In fact, the Food and Drug Administration has recognized that one food dye (Red 3) is a carcinogen and that two widely used dyes contain cancer-causing contaminants, but has failed to take action.  In our new investigation, we found that Yellow 5 caused mutations in numerous studies and that most other food dyes have not been adequately tested.

Consider Yellow 6.  A rat study linked this dye to possible tumors of the adrenal gland and testicles (though the study wasn’t conclusive).  Neither of the two mouse studies tested the dyes on the animals in utero—which ensures that animals are exposed to dyes throughout their lifespan, including as embryos and newborns.  Moreover, like Red 40 and Yellow 5, it is contaminated with illegally high levels of benzidine and 4-aminobiphenyl, known carcinogens.  The FDA has done nothing.

Red 3 caused thyroid tumors in rats.  Back in 1985 the acting commissioner of the FDA said the dye was “of greatest public health concern.”  But the FDA did nothing.  Since then, companies have dumped five million pounds of the dye into our food.  Citrus Red 2 is used to color the skins of some oranges.  It has caused bladder cancer in mice and rats.  Yellow 5 and 6 cause occasionally severe allergic reactions.  Blue 1 also causes allergic reactions in some people, and the abstract of one unpublished mouse study says that the dye caused kidney tumors.

You’d think this track record would convince the food industry to use less, or even eliminate, these chemicals. Rather, each year manufacturers pour about 15 million pounds of dyes into our foods.  Per capita consumption of dyes has increased five-fold since 1955, thanks in part to the proliferation of brightly colored breakfast cereals, fruit drinks, and candies pitched to children.  (And of course, these dyes are often used to simulate the presence of missing fruits in fruit-flavored kids’ foods.)

I sometimes wonder if companies such as McDonald’s, Mars, and Kellogg prefer their British customers to their American ones.  In the United Kingdom, a McDonald’s Strawberry Sundae is colored only with strawberries, but in the United States it contains Red dye 40.  Kellogg Strawberry Nutri-Grain bars have Red 40, Yellow 6, and Blue 1 in the U.S., but use beetroot, annatto, and paprika extract as colorings in the U.K.  Starburst Chews and Skittles, both Mars products, contain synthetic dyes in the U.S., but not in Britain.

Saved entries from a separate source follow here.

def test_concurrent_forces_equal_the_statics_of_the_placed_loads(girder_concurrent, reference):
    beam, env, found = girder_concurrent
    assert not found.notes
    expected, computed = [], []
    for r in found.frame.to_dict("records"):
        at = beam.position(r["concurrent x"])
        face = r["concurrent side"] or None
        expected.append(_statics(beam, _extreme_of(env, r), r["concurrent quantity"], at, face))
        computed.append(r["concurrent value"])
    reference(f"concurrent moments, shears and reactions of {len(found.extremes)} extremes on a girder built into the "
              "abutment with a hinge (our load model)", expected=expected, computed=computed,
              source="statics of the loaded beam, written in the test (reactions from the independent solver of "
              "tests/statics.py)", clause="equilibrium of the beam and of the part left of each cut", abs=1e-7,
              rel=1e-9)


def test_own_quantity_reproduces_the_extreme_and_faces_differ_by_the_axle(girder_concurrent):
    _, env, found = girder_concurrent
    f = found.frame
    own = f[(f["quantity"] == f["concurrent quantity"]) & (f["x"] == f["concurrent x"])
            & ((f["side"] == f["concurrent side"]) | (f["concurrent side"] == ""))]
    assert len(own) == len(found.extremes)
    assert np.allclose(own["value"], own["concurrent value"], rtol=1e-12, atol=1e-9)
    split = found.moment_with_shear()
    two = split.groupby(["x [m]", "side", "extreme"]).filter(lambda g: len(g) == 2)
    assert len(two) > 0  # the largest moments have an axle at their section
    for _, g in two.groupby(["x [m]", "side", "extreme"]):
        left, right = g.loc[g["V side"] == "left", "V [kN]"].iloc[0], g.loc[g["V side"] == "right", "V [kN]"].iloc[0]
        e = env.extreme("moment", g["x [m]"].iloc[0], g["extreme"].iloc[0], side=g["side"].iloc[0] or None)
        here = [a.load * p.factor for p in e.placements for a in p.axles
                if a.counted and a.side is None and abs(a.x - float(e.quantity.at)) < 1e-9]
        assert left - right == pytest.approx(sum(here), rel=1e-12)


def test_tables(girder_concurrent):
    _, _, found = girder_concurrent
    assert list(found.moment_with_shear().columns) == ["x [m]", "side", "extreme", "case", "dynamic", "M [kN·m]",
                                                       "V side", "V [kN]"]
    assert list(found.shear_with_moment().columns) == ["x [m]", "side", "extreme", "case", "dynamic", "V [kN]",
                                                       "M side", "M [kN·m]"]
    reactions = found.reactions()
    assert list(reactions.columns) == ["quantity", "x [m]", "side", "extreme", "case", "dynamic", "value",
                                       "R at x=0 [kN]", "R at x=31.2 [kN]"]
    assert set(found.frame["dynamic"]) <= {"dynamic allowance 70 %", "no dynamic effect"}
    # the record of factors: the allowance on the vehicle, in the values already (listed, not multiplied)
    assert found.factors.describe() == "IM 70 % (four-axle vehicle)" and found.factors.product == 1.0
    assert len(reactions) == len(found.extremes)
    assert repr(found).startswith("ConcurrentForces(") and "units='kN-m'" in repr(found)
    assert isinstance(found, ConcurrentForces)


# ----------------------------------------------------------------------------- continuous beams
def _gauss(line, a, b):
    """The integral of a piecewise-cubic line by two-point Gauss-Legendre on each piece (exact for cubics)."""
    knots = [k for k in line.breakpoints if a < k < b]
    total = 0.0
    for p, q in zip([a, *knots], [*knots, b]):
        mid, half = (p + q) / 2, (q - p) / 2
        for t in (-1 / np.sqrt(3), 1 / np.sqrt(3)):
            total += half * float(line(mid + half * t))
    return total


def _by_definition(line, extreme, face):
    """The placement's loads times the line's ordinates, written out here."""
    at = float(line.quantity.at)
    total = 0.0
    for p in extreme.placements:
        for a in p.axles:
            if not a.counted:
                continue
            if a.side == "left":
                ordinate = line.left(a.x)
            elif a.side == "right":
                ordinate = line.right(a.x)
            elif line.quantity.kind == "shear" and a.x == at:
                # the cut left of the axle gives the right-hand ordinate, right of it the left-hand one
                ordinate = line.right(a.x) if face == "left" else line.left(a.x)
            else:
                ordinate = line(a.x)
            total += p.factor * a.load * float(ordinate)
        total += sum(p.factor * s.intensity * _gauss(line, s.start, s.end) for s in p.patches)
    return total
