class TestNumberUnitSplitRegressions:
    """A unit that starts with a digit after a space is parsed as a unit; one glued on is not."""

    def test_unit_starting_with_a_digit_gets_its_advice(self):
        with pytest.raises(UnitProblem) as exc:
            parse_value("1450 1/min", "speed", "rpm")
        assert "rpm" in str(exc.value)

    def test_decimal_comma_after_a_thousands_point(self):
        with pytest.raises(UnitProblem) as exc:
            parse_value("1.200,5", "length", "mm")
        assert "decimal comma" in str(exc.value)

    def test_spaced_digits_before_a_unit(self):
        with pytest.raises(UnitProblem) as exc:
            parse_value("1 200 N·m", "torque")
        assert "spaces" in str(exc.value)


class TestForceKind:
    """Force units (axial force) against pint's own definitions."""

    @pytest.mark.parametrize("text, pint_unit", [("N", "newton"), ("kN", "kilonewton"), ("lbf", "force_pound"),
                                                 ("kip", "kip"), ("MN", "meganewton")])
    def test_factor_matches_pint(self, text, pint_unit):
        import pint

        expected = pint.UnitRegistry().Quantity(1.0, pint_unit).to("newton").magnitude
        assert si_factor(text, "force") == pytest.approx(expected, rel=1e-12)

    @pytest.mark.parametrize("text", ["lb", "N·m", "kg"])
    def test_wrong_dimension_refused(self, text):
        with pytest.raises(UnitProblem, match="expected a force"):
            si_factor(text, "force")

Frankly, we’d all be better off if we made honest-to-goodness vegetables, fruits, and whole grains at the center of our diets, and consumed much less of the packaged foods based on some combination of white flour, refined sugar, salt, or fat.  But I’m certain that if the geniuses at, say, Kraft, got together they could find a way to make Macaroni and Cheese without Yellow 5.  (In fact, one version meant for adults is dye-free).  But imagine what it would do for sales if they boasted on their classic blue boxes, “Hey Moms and Dads!  Now Tartrazine-Free!

Better yet, the Food and Drug Administration would beat the industry to the punch and reduce Americans’ cancer risk by banning these discredited dyes once and for all.